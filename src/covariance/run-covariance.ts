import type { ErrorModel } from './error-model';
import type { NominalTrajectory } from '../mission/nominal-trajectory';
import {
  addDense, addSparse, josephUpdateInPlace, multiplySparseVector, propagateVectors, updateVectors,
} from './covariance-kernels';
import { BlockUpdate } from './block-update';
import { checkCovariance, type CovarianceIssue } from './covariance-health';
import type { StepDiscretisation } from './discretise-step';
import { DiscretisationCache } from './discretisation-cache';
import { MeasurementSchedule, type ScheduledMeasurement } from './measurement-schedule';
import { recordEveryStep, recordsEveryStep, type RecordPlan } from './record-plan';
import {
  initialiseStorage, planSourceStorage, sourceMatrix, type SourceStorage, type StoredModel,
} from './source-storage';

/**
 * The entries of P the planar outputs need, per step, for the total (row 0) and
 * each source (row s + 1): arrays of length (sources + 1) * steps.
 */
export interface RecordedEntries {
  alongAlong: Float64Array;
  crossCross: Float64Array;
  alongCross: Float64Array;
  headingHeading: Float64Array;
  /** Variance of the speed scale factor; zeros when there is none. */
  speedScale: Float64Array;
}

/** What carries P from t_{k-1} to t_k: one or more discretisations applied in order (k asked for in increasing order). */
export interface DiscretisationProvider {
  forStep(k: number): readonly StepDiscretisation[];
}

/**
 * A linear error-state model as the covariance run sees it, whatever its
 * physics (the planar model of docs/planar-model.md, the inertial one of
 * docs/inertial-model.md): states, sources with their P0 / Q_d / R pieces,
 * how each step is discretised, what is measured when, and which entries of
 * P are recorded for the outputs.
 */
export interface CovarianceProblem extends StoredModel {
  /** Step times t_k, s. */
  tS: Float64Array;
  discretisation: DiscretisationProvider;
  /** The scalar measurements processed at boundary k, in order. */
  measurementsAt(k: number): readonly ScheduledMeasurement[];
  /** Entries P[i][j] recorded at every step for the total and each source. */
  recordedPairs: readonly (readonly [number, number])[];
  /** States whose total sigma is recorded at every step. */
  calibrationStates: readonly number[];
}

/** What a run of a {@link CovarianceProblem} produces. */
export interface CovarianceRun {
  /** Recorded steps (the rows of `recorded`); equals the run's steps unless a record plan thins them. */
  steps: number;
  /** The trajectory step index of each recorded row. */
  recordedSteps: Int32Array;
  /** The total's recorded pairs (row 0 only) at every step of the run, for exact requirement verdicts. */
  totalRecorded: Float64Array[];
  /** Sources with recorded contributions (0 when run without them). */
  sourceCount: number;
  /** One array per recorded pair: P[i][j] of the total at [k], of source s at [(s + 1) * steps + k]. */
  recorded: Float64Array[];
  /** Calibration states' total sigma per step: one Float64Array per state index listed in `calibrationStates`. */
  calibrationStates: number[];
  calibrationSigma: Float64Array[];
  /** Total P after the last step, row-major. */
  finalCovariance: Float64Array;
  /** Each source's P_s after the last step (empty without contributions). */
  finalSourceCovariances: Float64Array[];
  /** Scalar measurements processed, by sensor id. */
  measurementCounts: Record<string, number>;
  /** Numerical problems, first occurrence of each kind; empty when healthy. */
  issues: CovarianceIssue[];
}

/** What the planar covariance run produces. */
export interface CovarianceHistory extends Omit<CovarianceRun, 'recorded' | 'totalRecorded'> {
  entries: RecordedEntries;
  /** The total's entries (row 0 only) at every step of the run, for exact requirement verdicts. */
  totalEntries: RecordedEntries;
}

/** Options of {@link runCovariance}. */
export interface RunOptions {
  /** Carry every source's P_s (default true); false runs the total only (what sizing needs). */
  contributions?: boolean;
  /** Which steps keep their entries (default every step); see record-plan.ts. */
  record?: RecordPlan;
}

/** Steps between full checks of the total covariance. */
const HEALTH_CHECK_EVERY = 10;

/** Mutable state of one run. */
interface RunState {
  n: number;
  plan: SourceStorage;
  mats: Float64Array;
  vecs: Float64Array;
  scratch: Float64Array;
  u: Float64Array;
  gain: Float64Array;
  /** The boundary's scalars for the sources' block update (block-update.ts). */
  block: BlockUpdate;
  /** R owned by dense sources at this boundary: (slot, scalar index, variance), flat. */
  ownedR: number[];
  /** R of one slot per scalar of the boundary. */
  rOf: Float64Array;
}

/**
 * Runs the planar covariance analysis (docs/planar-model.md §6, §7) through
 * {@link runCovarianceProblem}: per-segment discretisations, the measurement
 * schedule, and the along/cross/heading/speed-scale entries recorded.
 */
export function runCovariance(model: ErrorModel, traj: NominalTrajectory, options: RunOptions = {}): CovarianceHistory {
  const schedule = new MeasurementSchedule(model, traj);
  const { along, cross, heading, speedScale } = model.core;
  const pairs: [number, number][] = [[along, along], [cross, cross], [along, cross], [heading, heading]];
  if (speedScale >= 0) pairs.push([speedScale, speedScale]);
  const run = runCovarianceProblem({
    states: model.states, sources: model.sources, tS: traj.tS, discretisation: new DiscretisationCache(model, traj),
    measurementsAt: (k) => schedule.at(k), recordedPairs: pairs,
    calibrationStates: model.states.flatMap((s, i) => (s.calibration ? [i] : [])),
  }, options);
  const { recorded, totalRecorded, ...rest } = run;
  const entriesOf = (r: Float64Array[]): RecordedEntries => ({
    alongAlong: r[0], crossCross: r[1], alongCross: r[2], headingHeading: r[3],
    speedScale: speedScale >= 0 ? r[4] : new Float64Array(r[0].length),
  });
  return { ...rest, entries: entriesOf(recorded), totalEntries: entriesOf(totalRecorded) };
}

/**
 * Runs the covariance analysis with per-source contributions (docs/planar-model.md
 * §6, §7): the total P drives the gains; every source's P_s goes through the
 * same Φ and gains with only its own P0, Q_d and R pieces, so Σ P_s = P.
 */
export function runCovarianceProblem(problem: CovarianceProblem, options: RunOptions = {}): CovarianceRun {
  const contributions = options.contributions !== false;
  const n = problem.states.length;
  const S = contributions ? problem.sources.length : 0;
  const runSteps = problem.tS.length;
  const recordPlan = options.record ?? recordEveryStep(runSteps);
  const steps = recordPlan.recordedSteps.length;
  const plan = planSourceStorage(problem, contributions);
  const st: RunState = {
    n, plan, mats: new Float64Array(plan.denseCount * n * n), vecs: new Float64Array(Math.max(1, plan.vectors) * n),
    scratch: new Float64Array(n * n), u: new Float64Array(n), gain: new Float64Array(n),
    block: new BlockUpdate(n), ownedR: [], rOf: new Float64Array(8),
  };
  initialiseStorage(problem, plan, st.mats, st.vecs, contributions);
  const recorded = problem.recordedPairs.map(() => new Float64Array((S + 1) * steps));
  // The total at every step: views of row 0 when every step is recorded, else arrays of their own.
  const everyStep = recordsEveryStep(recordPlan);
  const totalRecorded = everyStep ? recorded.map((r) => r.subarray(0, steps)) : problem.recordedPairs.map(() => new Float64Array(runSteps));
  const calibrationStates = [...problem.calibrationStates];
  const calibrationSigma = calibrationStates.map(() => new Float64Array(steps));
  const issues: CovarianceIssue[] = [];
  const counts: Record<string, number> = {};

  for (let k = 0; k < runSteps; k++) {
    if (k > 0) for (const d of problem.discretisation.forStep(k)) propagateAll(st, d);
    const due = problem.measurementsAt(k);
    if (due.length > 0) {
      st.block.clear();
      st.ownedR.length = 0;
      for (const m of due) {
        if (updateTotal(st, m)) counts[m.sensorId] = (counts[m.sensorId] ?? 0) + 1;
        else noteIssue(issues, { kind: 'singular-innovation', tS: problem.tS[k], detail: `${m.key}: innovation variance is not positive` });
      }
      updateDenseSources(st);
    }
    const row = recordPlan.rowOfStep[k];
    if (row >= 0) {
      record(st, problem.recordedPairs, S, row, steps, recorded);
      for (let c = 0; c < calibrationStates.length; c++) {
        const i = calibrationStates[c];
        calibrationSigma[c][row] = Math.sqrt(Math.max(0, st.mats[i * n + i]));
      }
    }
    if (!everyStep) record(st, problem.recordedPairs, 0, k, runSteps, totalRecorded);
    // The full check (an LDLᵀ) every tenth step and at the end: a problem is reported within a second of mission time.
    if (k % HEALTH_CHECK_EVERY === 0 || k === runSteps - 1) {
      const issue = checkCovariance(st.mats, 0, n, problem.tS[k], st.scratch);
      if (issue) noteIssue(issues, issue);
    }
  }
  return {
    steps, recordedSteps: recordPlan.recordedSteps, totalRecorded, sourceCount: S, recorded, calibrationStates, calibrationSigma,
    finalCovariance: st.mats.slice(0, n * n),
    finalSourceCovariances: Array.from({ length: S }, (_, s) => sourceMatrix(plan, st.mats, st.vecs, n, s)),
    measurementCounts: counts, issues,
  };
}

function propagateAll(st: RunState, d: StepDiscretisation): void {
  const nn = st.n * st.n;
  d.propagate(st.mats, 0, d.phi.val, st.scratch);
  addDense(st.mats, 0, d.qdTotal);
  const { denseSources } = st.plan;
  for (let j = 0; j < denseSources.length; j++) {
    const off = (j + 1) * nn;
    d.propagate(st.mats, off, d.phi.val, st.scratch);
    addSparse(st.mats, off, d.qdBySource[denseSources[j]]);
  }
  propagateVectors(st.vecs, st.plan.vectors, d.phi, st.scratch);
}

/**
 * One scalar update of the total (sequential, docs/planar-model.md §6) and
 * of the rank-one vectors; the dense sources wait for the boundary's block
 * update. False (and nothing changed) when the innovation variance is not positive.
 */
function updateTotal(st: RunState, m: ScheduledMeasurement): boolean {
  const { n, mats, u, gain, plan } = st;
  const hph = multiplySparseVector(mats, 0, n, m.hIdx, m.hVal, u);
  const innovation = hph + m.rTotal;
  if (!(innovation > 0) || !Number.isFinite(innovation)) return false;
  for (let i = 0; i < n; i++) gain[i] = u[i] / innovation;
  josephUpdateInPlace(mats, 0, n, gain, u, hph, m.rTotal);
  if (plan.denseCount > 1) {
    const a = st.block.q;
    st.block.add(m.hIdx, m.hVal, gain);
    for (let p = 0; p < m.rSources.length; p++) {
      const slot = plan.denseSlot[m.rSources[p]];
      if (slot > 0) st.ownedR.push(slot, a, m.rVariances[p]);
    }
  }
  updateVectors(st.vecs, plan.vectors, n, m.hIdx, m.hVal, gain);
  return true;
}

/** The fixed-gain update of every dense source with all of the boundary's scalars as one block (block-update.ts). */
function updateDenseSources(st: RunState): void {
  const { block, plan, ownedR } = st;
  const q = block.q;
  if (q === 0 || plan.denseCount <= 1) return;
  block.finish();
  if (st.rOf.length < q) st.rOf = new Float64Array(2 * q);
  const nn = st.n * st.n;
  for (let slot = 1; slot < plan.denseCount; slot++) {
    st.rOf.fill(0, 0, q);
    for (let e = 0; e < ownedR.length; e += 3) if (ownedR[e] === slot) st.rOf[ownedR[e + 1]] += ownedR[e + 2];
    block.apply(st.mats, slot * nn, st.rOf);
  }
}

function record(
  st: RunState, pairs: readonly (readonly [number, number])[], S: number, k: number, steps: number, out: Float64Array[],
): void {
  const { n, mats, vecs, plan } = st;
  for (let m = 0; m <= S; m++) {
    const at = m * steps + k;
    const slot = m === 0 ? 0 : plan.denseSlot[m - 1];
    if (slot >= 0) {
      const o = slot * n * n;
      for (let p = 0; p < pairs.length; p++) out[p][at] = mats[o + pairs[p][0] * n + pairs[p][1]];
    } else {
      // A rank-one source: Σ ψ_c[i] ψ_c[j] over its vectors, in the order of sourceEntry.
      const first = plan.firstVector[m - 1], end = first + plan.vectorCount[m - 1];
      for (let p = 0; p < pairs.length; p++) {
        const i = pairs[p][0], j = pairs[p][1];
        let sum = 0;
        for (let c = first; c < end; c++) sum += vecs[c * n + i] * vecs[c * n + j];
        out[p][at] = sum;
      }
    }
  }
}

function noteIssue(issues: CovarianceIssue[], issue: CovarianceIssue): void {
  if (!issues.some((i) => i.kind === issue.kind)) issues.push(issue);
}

◆ **Activity**
For each line above that includes the word "headingHeading", make a copy of that line.

◆ **Exercise answer**
  headingHeading: Float64Array;
    alongAlong: r[0], crossCross: r[1], alongCross: r[2], headingHeading: r[3],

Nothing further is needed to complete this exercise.